Posts Tagged ‘IPv4’

IPv4 address exhaustion

Wednesday, February 2nd, 2011


IPv4 IPv6 Statistics 2 February 2011
Internet user, you should know that IPv4 address exhaustion is becoming closer, or let’s use a more appropriate term: imminent!

As you can see from the image on the right (a screenshot taken from the Hurricane Electric web site) the countdown for the estimated date of IPv4 address exhaustion will reach 0 tomorrow! In fact, the last free IPv4 /8 block has been assigned in these days by IANA.

Who is IANA? IANA is the authority that distributes addresses to the regional Internet registries (such as RIPE), for assignment to end users and local Internet registries (such as ISPs). The IPv4 address list has 256 blocks, each block has 16,777,216 /8 addresses, so we have 4.3 billion IPv4 total addresses.

What will happen now?

You may have heard about IPv6, the ‘new’ Internet Protocol, established in 1998 to supplant IPv4. Whereas IPv4 uses 32 bit addresses, IPv6 uses 128 bit addresses, which dramatically increase number of available addresses from 4.3 billion to:

340,282,366,920,938,463,463,374,607,431,768,211,456

But, is the world ready to migrate? I don’t think so.

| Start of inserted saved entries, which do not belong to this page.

"""Print what an HDF5 result file holds.

example:
  dipolearray inspect runs/capacitor-film.h5
  dipolearray inspect runs/capacitor-film.h5 --config
"""

from __future__ import annotations


def add_arguments(p):
    """Arguments of ``inspect``."""
    p.add_argument("path", help="HDF5 result file")
    p.add_argument("--config", action="store_true", help="also print the stored config text")


def run(args) -> int:
    """Run ``inspect``."""
    from ..store import describe, read_config_text

    print(describe(args.path))
    if args.config:
        text = read_config_text(args.path)
        print(text if text is not None else "(no config stored)")
    return 0
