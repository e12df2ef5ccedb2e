"""Run (or resume) the sweep of a config: realizations at every state point, into one HDF5 file.

The config's [sweep] section names the parameter to vary (any dotted config key),
its values, the realizations per point, the seed and where to run (this process, a
local Dask cluster of --workers processes, or a running Dask scheduler). Without a
[sweep] section (or without sweep.parameter) it runs an ensemble of the config as
written, for confidence intervals. Every finished realization is written at once;
rerunning the same command resumes an interrupted sweep.

example:
  dipolearray sweep configs/fraction_sweep.toml
  dipolearray sweep configs/fraction_sweep.toml --workers 2 --realizations 8
  dipolearray sweep my_run.toml --scheduler tcp://10.0.0.5:8786 --json
"""

from __future__ import annotations

import json


def add_arguments(p):
    """Arguments of ``sweep``."""
    from ._common import add_set_argument

    p.add_argument("config", help="TOML run description with a [sweep] section (or none: an ensemble)")
    p.add_argument("--output", help="sweep HDF5 file (default: sweep.output or runs/<name>-sweep.h5)")
    p.add_argument(
        "--overwrite", action="store_true", help="start afresh instead of resuming an existing file"
    )
    p.add_argument("--realizations", type=int, help="realizations per state point (default: from the config)")
    p.add_argument("--workers", type=int, help="0: this process; N: local Dask cluster of N processes")
    p.add_argument("--scheduler", help="address of a running Dask scheduler")
    p.add_argument("--quiet", action="store_true", help="no progress bar, no table")
    p.add_argument("--json", action="store_true", help="print the result table as JSON")
    add_set_argument(p)


def table(result, cfg_text, overrides=()):
    """Rows of the sweep: parameter value, realized fraction, mean, SE, interval and mixing rules."""
    import numpy as np

    from ..config import sweep_rule_inputs
    from ..sweep import SweepResult, comparison_table

    inputs = sweep_rule_inputs(result, cfg_text, overrides)
    aug = SweepResult(
        [
            {"volume_fraction": float(f), "eps_inclusion": float(np.real(ei)), "eps_host": float(np.real(eh))}
            for f, ei, eh in zip(inputs["fraction"], inputs["eps_inclusion"], inputs["eps_host"], strict=True)
        ],
        result.tensors,
        result.records,
    )
    rows = comparison_table(aug)
    ci = result.confidence_interval()
    out = []
    for i, (p, row) in enumerate(zip(result.points, rows, strict=True)):
        out.append(
            {
                "point": p,
                "x": float(inputs["x"][i]),
                "n": int(result.n[i]),
                "eps_loss_mean": float(-np.imag(result.isotropic_mean[i])),
                "ci95": [float(ci[i, 0]), float(ci[i, 1])],
                **{k: v for k, v in row.items() if k not in ("eps_inclusion", "eps_host")},
            }
        )
    return inputs["x_label"], out


def run(args) -> int:
    """Run ``sweep``."""
    from ..config import run_config_sweep
    from ..errors import InputError
    from ._common import load

    if args.realizations is not None and args.realizations < 1:
        raise InputError(f"--realizations: must be >= 1, got {args.realizations}", "realizations")
    if args.workers is not None and args.workers < 0:
        raise InputError(f"--workers: must be >= 0, got {args.workers}", "workers")
    cfg = load(args)
    result, path = run_config_sweep(
        cfg,
        output=args.output,
        overwrite=args.overwrite,
        realizations=args.realizations,
        workers=args.workers,
        scheduler=args.scheduler,
        progress=not args.quiet and not args.json,
    )
    label, rows = table(result, cfg.text, cfg.overrides)
    if args.json:
        print(json.dumps({"output": str(path), "x_label": label, "rows": rows}, indent=2))
        return 0
    if args.quiet:
        return 0
    print(f"sweep: {cfg.run['name']}, {len(rows)} state point(s), wrote {path}")
    print(f"  {label:>28}  {'phi':>7}  {'n':>3}  {'eps_eff':>9}  {'+/- SE':>8}  {'MG':>9}  {'Bruggeman':>9}")
    for r in rows:
        print(
            f"  {r['x']:>28.5g}  {r['volume_fraction']:7.4f}  {r['n']:3d}  {r['computed']:9.5g}  "
            f"{r['standard_error']:8.2g}  {r['maxwell_garnett']:9.5g}  {r['bruggeman']:9.5g}"
        )
    print(f"next: dipolearray report {path}")
    return 0
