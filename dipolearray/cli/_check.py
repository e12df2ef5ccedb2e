"""Check a TOML config without solving: keys, units, ranges, the sweep and the arrangement.

Builds the scene (so overlaps and impossible packings are found) and prints what
would be solved; with a [sweep] section, every state point's config is checked too.

example:
  dipolearray check configs/capacitor_film.toml
  dipolearray check configs/fraction_sweep.toml --no-build
"""

from __future__ import annotations

import json


def add_arguments(p):
    """Arguments of ``check``."""
    from ._common import add_set_argument

    p.add_argument("config", help="TOML run description")
    p.add_argument(
        "--no-build", action="store_true", help="check keys and units only, do not build the scene"
    )
    p.add_argument("--json", action="store_true", help="print what was checked as JSON")
    add_set_argument(p)


def run(args) -> int:
    """Run ``check``."""
    from ..config import build_scene
    from ._common import load

    cfg = load(args)
    info = {"config": args.config, "valid": True}
    if cfg.sweep is not None:
        info["sweep_points"] = len(cfg.sweep_points)
        info["sweep_parameter"] = cfg.sweep["parameter"]
        info["sweep_realizations"] = cfg.sweep["realizations"]
    if not args.no_build:
        scene = build_scene(cfg)
        info.update(
            n_bodies=scene.n_bodies,
            n_fields=scene.n_fields,
            boundary=scene.boundary,
            eps_host=[complex(scene.eps_host).real, -complex(scene.eps_host).imag],
            reference_length_m=scene.length_unit_m,
        )
    if args.json:
        print(json.dumps(info, indent=2))
        return 0
    if args.no_build:
        print(f"{args.config}: keys and units valid")
    else:
        print(
            f"{args.config}: valid; {scene.n_bodies} bodies, {scene.n_fields} field direction(s), "
            f"{scene.boundary} boundary, host eps {scene.eps_host}, "
            f"reference length {scene.length_unit_m:.4g} m"
        )
    if cfg.sweep is not None:
        what = f"over {cfg.sweep['parameter']}" if cfg.sweep["parameter"] else "ensemble"
        print(
            f"  sweep {what}: {info['sweep_points']} state point(s) x {info['sweep_realizations']} "
            "realization(s), every point checked"
        )
    return 0
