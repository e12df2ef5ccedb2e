"""Solve one TOML config and write its HDF5 result.

Builds the scene the config describes, solves the moment equations for every
applied field direction, prints a summary (effective permittivity, mixing rules at
the same fraction, field enhancement, breakdown warnings, solver record) and writes
the result under runs/ (or where run.output or --output says).

example:
  dipolearray solve configs/capacitor_film.toml --overwrite
  dipolearray solve my_run.toml --output runs/trial.h5 --json
  dipolearray solve my_run.toml --set arrangement.n_bodies=500 --set arrangement.seed=3
"""

from __future__ import annotations

import json
import sys


def add_arguments(p):
    """Arguments of ``solve``."""
    from ._common import add_set_argument

    p.add_argument("config", help="TOML run description")
    p.add_argument("--output", help="HDF5 file to write (default: run.output or runs/<name>.h5)")
    p.add_argument("--overwrite", action="store_true", help="replace an existing output file")
    p.add_argument("--quiet", action="store_true", help="no progress bar, no summary")
    p.add_argument("--json", action="store_true", help="print the summary as JSON")
    p.add_argument(
        "--save-unconverged",
        action="store_true",
        help="write the result even when the solve did not converge",
    )
    add_set_argument(p)


def print_summary(info, name=None):
    """Human-readable lines of a :func:`~dipolearray.report.run_summary` dict."""
    from ..report import CAUTION

    if name:
        print(f"run: {name}")
    print(f"bodies: {info['n_bodies']}, field directions: {info['n_fields']}, boundary: {info['boundary']}")
    if "volume_fraction" in info:
        print(f"volume fraction: {info['volume_fraction']:.4f}")
    print(
        f"solve: {info['method']} ({info['backend']}), "
        f"{'converged' if info['converged'] else 'NOT converged'} in {info['iterations']} iterations, "
        f"max relative residual {info['max_relative_residual']:.2e}, {info['wall_s']:.3g} s"
    )
    print(f"  why: {info['method_reason']}")
    model = info.get("model")
    if model:
        err = model["model_error"]
        gap = model["closest_gap_ratio"]
        line = f"model: {model['model']}"
        if model["model"] == "multipole":
            line += f" (orders up to {model['max_order']}, mean {model['mean_order']:.3g})"
        if err is not None:
            line += f", estimated model error of the dipole moments {err:.2g}"
        if gap is not None:
            line += f", closest gap {gap:.3g} radii"
        print(line)
    if "eps_eff_isotropic" in info:
        re, loss = info["eps_eff_isotropic"]
        what = "bulk, periodic box" if info.get("boundary") == "periodic" else "spherical sample"
        print(f"effective permittivity ({what}, isotropic part): {re:.5g} - j {loss:.4g}")
        if "eps_eff_tensor_real" in info:
            rows = info["eps_eff_tensor_real"]
            print("  tensor eps': " + "; ".join(" ".join(f"{v:9.5f}" for v in r) for r in rows))
        mix = info.get("mixing")
        if mix:
            rules = ", ".join(f"{k} {v[0]:.5g}" for k, v in mix["rules"].items())
            print(f"  mixing rules at this fraction: {rules}")
            lo, hi = mix["bounds"]["Hashin-Shtrikman (isotropic, eps')"]
            print(f"  Hashin-Shtrikman bounds: [{lo:.5g}, {hi:.5g}]")
    st = info["field_enhancement"]
    print(
        f"field / E0: local max {st['local']['max']:.4g}; host surface p99 {st['surface']['p99']:.4g}, "
        f"max {st['surface']['max']:.4g} (body {st['surface']['argmax_body']})"
    )
    if info.get("peak_host_field_V_per_m"):
        print(
            f"  peak host field about {info['peak_host_field_V_per_m'] / 1e6:.4g} kV/mm at "
            f"{info['applied_field_V_per_m'] / 1e6:.4g} kV/mm applied "
            f"({'multipole' if (model or {}).get('model') == 'multipole' else 'point-dipole'} estimate)"
        )
    for note in info["breakdown_notes"]:
        print(note)
    print(CAUTION)


def run(args) -> int:
    """Run ``solve``."""
    from ..config import run_config
    from ..report import run_summary
    from ._common import load
    from ._main import EXIT_NOT_CONVERGED, EXIT_OK
    from ._progress import StageBar

    cfg = load(args)
    stages = StageBar(enabled=not args.quiet and not args.json)
    bar = None
    callback = None
    if not args.quiet and not args.json:
        from tqdm import tqdm

        bar = tqdm(total=cfg.solver["maxiter"], desc="solve", unit="it", file=sys.stderr, leave=False)

        def callback(it, res):
            bar.update(1)
            bar.set_postfix_str(f"residual {float(max(res)):.2e}")

        print(f"building scene from {args.config} ...", file=sys.stderr)
    try:
        sol, path = run_config(
            cfg,
            output=args.output,
            overwrite=args.overwrite,
            callback=callback,
            save_unconverged=args.save_unconverged,
            progress=stages,
        )
    finally:
        stages.close()
        if bar is not None:
            bar.close()
    info = run_summary(sol)
    info["output"] = str(path) if path else None
    if args.json:
        print(json.dumps(info, indent=2))
    elif not args.quiet:
        print_summary(info, cfg.run["name"])
        print(f"wrote: {path}" if path else "wrote: nothing (solve did not converge)")
        if path:
            print(f"next: dipolearray report {path}")
    if not sol.converged:
        print(f"error: {sol.summary()}", file=sys.stderr)
        return EXIT_NOT_CONVERGED
    return EXIT_OK
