"""Sweep: ensembles of random realizations over state points, locally or on a Dask cluster, resumable.

Public names
------------
run_sweep
    Run (or resume) a sweep; every finished realization is stored at once.
load_sweep, SweepResult
    Read a sweep file: mean tensors, standard errors, confidence intervals.
RandomDispersion
    A picklable scene maker: equal spheres at random in a periodic box (any config
    parameter can be swept with :class:`dipolearray.config.ConfigScene`).
comparison_table
    Computed bulk permittivity against Maxwell Garnett, Bruggeman and the
    Hashin-Shtrikman bounds, with the finite-concentration correction and its
    significance.
"""

from ._run import RandomDispersion, SweepResult, comparison_table, load_sweep, run_sweep

__all__ = ["run_sweep", "load_sweep", "SweepResult", "RandomDispersion", "comparison_table"]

Someone can say migration has already started. In fact every modern OS has an IPv4/IPv6 dual-stack  implementation, but this is not true for network devices, such as most of the routers, switches, etc. Moreover world lack of IPv6 ready services (such as the main one, DNS, we only have a few IPv6 ready DNS) and, most of all, a global TCP/IP network infrastructure that is not IPv6 compliant yet. There are also a lot of security issues. NAT is no more necessary with IPv6, and hiding IP topology will not be a security strategy anymore.